_Problem statement:_ A verbatim reproduction of the lines below, from the line containing "type AuditInput, type" through the line containing "a.check.localeCompare(b.check) ||", both ends included, is the whole required output.

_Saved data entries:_
════

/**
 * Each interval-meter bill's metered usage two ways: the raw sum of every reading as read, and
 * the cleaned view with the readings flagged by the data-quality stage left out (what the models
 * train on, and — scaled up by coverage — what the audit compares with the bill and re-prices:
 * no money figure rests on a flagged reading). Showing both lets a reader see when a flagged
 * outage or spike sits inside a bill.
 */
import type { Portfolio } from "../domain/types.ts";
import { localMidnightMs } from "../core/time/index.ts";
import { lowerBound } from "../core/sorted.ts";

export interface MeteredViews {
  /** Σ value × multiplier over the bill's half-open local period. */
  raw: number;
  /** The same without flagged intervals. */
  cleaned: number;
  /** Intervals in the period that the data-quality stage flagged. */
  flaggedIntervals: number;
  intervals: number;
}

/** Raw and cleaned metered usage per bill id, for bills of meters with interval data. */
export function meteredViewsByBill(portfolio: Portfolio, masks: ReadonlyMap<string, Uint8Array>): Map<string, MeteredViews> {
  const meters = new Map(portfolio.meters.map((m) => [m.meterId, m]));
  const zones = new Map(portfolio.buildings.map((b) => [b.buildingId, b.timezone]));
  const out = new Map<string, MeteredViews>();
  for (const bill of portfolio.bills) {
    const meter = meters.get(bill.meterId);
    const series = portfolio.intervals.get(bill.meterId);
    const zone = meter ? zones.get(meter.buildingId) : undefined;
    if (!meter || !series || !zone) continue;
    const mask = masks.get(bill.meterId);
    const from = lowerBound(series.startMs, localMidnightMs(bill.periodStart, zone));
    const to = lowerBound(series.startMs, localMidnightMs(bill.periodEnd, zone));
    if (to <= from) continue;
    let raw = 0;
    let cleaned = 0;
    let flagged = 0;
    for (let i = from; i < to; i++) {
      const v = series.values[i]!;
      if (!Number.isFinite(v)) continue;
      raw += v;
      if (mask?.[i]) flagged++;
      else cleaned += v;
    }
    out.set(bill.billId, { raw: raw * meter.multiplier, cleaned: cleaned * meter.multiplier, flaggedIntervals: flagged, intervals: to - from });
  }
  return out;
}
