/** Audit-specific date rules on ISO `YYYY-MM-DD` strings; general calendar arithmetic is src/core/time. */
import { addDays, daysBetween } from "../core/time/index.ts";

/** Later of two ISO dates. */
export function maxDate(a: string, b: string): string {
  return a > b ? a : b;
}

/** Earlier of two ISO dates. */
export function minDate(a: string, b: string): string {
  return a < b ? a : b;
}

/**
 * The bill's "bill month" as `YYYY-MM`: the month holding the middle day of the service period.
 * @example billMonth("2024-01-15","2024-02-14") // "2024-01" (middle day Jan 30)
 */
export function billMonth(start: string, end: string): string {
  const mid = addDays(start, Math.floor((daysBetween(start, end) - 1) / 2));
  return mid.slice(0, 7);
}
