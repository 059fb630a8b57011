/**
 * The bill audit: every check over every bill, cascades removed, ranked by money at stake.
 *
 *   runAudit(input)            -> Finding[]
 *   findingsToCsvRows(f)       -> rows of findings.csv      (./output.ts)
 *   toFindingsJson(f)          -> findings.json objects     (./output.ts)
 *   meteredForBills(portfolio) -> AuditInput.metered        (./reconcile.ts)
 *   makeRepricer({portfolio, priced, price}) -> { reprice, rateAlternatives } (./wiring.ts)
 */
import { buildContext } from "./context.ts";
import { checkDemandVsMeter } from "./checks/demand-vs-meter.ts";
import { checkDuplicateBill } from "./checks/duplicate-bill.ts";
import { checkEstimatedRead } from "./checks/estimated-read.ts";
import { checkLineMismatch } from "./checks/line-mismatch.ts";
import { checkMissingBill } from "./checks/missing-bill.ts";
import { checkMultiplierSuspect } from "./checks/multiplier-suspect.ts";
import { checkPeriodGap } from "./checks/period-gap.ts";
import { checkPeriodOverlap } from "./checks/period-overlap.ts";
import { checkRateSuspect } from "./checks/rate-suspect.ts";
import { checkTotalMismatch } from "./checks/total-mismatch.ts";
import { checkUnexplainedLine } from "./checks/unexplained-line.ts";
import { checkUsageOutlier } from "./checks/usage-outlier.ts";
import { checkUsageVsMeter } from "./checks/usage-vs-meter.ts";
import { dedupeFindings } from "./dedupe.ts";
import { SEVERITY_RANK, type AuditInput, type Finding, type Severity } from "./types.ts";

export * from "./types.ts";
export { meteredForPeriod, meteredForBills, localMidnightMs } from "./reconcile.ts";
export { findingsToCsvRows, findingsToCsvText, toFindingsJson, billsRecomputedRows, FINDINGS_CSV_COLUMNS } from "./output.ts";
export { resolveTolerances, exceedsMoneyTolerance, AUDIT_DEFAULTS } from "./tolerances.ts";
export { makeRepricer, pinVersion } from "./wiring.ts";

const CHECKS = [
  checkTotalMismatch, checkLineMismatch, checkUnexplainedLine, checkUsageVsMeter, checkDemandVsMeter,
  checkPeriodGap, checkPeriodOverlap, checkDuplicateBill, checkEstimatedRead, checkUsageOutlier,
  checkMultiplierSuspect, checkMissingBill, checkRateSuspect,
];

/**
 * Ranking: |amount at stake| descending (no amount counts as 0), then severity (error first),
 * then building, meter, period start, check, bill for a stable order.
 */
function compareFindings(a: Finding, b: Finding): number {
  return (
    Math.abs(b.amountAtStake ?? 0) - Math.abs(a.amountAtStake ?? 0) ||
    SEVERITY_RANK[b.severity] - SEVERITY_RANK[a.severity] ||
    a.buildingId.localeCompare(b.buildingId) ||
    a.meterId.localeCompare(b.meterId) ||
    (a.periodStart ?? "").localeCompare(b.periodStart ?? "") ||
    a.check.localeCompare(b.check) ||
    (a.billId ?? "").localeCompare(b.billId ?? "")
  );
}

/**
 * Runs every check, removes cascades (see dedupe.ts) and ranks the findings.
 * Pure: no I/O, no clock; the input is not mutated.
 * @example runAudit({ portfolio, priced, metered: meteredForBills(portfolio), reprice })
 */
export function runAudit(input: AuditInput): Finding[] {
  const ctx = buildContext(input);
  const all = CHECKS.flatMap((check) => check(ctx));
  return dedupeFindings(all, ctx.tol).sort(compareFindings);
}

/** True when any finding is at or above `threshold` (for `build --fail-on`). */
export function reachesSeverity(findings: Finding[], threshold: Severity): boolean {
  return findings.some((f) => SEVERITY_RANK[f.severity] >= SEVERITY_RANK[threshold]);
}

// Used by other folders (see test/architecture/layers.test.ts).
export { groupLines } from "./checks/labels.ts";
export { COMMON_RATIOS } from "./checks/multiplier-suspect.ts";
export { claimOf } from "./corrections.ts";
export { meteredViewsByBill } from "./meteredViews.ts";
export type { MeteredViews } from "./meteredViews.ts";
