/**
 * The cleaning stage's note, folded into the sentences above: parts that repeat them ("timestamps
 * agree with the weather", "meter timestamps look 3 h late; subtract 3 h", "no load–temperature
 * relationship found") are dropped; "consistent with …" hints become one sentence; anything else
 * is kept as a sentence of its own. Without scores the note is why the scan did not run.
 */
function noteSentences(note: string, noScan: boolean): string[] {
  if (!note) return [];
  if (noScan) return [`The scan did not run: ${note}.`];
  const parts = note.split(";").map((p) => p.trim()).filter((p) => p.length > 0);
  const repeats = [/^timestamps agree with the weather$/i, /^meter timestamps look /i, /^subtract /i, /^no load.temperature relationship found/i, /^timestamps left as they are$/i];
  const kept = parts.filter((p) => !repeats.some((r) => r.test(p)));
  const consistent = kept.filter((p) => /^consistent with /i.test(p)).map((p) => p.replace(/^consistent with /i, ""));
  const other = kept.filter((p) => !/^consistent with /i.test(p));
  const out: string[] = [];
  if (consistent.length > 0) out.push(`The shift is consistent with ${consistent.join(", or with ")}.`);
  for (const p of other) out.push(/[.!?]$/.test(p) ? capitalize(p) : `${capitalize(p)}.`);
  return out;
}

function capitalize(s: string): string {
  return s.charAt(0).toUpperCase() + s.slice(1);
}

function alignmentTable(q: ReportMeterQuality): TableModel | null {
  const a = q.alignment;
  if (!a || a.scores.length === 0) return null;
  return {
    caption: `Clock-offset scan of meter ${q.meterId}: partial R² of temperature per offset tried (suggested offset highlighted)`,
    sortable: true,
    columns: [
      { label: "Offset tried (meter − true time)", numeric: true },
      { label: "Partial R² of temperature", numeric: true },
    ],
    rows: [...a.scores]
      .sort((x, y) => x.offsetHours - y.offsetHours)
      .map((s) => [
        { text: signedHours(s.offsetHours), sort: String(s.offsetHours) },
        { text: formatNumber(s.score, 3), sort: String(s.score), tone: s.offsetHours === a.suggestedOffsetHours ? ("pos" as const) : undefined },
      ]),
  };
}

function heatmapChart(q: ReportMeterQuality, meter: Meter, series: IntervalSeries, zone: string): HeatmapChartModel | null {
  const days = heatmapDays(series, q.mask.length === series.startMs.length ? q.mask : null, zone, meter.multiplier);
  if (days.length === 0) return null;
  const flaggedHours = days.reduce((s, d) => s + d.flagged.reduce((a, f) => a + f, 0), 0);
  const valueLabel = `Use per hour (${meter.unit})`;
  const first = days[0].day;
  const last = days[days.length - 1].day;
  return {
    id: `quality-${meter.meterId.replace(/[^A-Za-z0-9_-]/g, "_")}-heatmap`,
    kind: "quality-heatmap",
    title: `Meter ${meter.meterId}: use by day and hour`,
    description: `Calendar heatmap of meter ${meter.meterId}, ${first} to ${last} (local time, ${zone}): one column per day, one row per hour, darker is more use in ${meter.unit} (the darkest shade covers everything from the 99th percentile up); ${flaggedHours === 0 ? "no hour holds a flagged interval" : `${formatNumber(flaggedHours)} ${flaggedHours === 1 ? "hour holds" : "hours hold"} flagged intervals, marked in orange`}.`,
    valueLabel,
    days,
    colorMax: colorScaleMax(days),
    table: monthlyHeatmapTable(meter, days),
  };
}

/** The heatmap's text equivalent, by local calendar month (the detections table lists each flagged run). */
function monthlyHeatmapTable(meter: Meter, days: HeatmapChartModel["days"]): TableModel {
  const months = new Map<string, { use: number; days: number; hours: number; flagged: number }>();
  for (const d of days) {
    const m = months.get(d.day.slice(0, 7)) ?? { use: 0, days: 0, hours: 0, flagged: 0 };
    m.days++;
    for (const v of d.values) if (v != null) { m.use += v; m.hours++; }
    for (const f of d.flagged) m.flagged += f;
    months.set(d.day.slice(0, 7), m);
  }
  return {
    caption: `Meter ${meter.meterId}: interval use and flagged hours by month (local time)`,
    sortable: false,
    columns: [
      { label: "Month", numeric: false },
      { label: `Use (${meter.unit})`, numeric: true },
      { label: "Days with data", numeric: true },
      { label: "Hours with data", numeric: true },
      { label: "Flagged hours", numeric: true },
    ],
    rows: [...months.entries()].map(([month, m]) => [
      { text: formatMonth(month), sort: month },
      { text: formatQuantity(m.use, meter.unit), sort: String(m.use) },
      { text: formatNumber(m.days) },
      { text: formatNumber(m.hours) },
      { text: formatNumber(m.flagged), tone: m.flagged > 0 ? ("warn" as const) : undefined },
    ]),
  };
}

════

_Written response:_
import { SEVERITY_RANK, type AuditInput, type Finding, type Severity } from "./types.ts";

export * from "./types.ts";
export { meteredForPeriod, meteredForBills, localMidnightMs } from "./reconcile.ts";
export { findingsToCsvRows, findingsToCsvText, toFindingsJson, billsRecomputedRows, FINDINGS_CSV_COLUMNS } from "./output.ts";
export { resolveTolerances, exceedsMoneyTolerance, AUDIT_DEFAULTS } from "./tolerances.ts";
export { makeRepricer, pinVersion } from "./wiring.ts";

const CHECKS = [
  checkTotalMismatch, checkLineMismatch, checkUnexplainedLine, checkUsageVsMeter, checkDemandVsMeter,
  checkPeriodGap, checkPeriodOverlap, checkDuplicateBill, checkEstimatedRead, checkUsageOutlier,
  checkMultiplierSuspect, checkMissingBill, checkRateSuspect,
];

/**
 * Ranking: |amount at stake| descending (no amount counts as 0), then severity (error first),
 * then building, meter, period start, check, bill for a stable order.
 */
function compareFindings(a: Finding, b: Finding): number {
  return (
    Math.abs(b.amountAtStake ?? 0) - Math.abs(a.amountAtStake ?? 0) ||
    SEVERITY_RANK[b.severity] - SEVERITY_RANK[a.severity] ||
    a.buildingId.localeCompare(b.buildingId) ||
    a.meterId.localeCompare(b.meterId) ||
    (a.periodStart ?? "").localeCompare(b.periodStart ?? "") ||
    a.check.localeCompare(b.check) ||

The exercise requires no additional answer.